** RAW DATA **

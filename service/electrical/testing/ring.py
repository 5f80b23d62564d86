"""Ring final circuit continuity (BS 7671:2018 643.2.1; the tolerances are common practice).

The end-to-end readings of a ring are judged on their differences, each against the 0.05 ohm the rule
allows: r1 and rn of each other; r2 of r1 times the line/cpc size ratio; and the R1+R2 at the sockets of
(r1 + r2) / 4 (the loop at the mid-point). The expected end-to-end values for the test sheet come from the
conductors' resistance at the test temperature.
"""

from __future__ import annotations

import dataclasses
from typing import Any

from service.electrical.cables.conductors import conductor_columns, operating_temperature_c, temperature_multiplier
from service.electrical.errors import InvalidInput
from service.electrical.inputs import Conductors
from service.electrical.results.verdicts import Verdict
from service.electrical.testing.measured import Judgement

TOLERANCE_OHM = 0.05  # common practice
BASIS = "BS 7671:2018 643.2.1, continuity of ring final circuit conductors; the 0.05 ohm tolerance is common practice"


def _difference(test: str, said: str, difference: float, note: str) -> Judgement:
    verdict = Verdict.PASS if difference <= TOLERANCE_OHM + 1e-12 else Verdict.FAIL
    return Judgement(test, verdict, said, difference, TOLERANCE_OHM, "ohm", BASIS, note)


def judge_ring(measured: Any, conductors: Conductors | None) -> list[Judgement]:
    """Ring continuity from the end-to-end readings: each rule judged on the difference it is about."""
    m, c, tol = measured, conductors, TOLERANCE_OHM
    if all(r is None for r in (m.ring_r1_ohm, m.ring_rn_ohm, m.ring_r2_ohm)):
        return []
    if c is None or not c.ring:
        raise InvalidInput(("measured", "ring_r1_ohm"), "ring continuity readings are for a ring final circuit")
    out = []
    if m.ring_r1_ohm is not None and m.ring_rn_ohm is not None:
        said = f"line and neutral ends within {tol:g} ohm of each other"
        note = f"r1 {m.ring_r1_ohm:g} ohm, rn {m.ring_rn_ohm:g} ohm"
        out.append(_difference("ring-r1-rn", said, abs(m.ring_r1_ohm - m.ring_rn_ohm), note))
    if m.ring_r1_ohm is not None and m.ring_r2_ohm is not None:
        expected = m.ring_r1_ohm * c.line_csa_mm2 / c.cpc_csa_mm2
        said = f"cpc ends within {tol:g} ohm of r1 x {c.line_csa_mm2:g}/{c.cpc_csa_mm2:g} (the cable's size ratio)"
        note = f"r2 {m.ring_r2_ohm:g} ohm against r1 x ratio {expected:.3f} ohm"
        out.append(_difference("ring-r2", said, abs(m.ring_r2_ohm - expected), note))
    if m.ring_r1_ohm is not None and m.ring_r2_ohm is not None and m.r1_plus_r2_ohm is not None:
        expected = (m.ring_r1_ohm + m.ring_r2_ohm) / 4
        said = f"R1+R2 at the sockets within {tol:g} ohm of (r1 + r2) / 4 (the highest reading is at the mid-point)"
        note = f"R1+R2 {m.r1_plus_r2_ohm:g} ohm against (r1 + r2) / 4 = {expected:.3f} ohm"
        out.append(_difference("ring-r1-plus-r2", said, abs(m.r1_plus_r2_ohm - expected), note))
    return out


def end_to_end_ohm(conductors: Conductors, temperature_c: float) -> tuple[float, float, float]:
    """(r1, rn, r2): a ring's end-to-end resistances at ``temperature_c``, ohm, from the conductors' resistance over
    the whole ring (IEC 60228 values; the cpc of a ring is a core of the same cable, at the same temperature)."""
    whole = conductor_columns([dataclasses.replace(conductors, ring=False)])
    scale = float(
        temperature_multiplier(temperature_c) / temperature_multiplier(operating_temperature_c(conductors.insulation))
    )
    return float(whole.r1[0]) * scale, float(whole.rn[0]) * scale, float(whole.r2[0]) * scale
--
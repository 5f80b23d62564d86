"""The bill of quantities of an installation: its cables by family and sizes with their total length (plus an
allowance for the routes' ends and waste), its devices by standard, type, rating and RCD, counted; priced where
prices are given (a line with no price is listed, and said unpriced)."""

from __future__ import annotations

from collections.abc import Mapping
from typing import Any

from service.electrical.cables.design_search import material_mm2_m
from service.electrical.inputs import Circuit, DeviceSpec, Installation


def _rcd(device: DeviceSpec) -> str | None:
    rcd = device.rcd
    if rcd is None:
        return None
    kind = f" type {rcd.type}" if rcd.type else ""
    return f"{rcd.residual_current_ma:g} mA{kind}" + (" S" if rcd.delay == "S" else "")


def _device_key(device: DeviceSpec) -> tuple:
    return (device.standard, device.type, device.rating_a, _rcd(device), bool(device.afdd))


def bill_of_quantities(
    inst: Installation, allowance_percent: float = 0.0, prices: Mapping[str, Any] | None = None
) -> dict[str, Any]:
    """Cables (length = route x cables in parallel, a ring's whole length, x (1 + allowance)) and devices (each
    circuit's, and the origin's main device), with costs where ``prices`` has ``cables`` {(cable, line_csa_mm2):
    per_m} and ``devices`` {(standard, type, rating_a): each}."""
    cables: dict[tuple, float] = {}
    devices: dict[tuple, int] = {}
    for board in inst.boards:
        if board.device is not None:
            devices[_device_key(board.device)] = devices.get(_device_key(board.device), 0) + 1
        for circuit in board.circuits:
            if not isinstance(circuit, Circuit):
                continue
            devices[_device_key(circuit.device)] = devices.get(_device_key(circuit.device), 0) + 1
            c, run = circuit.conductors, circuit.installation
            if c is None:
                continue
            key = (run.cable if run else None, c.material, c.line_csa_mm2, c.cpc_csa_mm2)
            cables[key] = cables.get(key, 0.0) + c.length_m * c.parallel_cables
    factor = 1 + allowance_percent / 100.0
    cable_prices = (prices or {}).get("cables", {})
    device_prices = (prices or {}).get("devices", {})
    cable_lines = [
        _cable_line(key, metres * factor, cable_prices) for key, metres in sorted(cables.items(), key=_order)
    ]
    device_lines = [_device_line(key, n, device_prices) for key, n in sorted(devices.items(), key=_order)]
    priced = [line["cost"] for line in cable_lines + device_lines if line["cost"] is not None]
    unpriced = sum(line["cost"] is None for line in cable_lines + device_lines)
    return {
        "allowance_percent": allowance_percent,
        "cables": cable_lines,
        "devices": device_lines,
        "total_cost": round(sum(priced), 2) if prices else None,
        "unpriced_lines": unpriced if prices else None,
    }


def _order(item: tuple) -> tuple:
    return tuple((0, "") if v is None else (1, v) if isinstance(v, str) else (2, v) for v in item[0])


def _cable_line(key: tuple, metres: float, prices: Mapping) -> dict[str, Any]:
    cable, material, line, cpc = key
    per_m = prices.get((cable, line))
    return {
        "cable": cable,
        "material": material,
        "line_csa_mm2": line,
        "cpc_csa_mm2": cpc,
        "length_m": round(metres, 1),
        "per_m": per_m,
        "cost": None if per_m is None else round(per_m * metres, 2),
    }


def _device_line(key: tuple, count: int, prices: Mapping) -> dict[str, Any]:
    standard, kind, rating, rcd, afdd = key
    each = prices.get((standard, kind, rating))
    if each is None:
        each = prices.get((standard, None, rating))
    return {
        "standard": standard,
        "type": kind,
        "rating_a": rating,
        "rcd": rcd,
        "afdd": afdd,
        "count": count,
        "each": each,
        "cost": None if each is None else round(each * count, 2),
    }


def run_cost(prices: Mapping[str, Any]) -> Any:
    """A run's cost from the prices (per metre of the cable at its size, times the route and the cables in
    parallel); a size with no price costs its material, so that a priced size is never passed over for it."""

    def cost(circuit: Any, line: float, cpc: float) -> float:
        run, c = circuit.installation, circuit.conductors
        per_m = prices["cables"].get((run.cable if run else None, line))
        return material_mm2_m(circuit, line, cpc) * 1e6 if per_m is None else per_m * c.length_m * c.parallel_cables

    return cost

** INSTRUCTIONS TO FOLLOW **
Among the entries, find each line that includes the string "common" and copy it.

** RESULT OF THE EXERCISE **
"""Ring final circuit continuity (BS 7671:2018 643.2.1; the tolerances are common practice).
TOLERANCE_OHM = 0.05  # common practice
BASIS = "BS 7671:2018 643.2.1, continuity of ring final circuit conductors; the 0.05 ohm tolerance is common practice"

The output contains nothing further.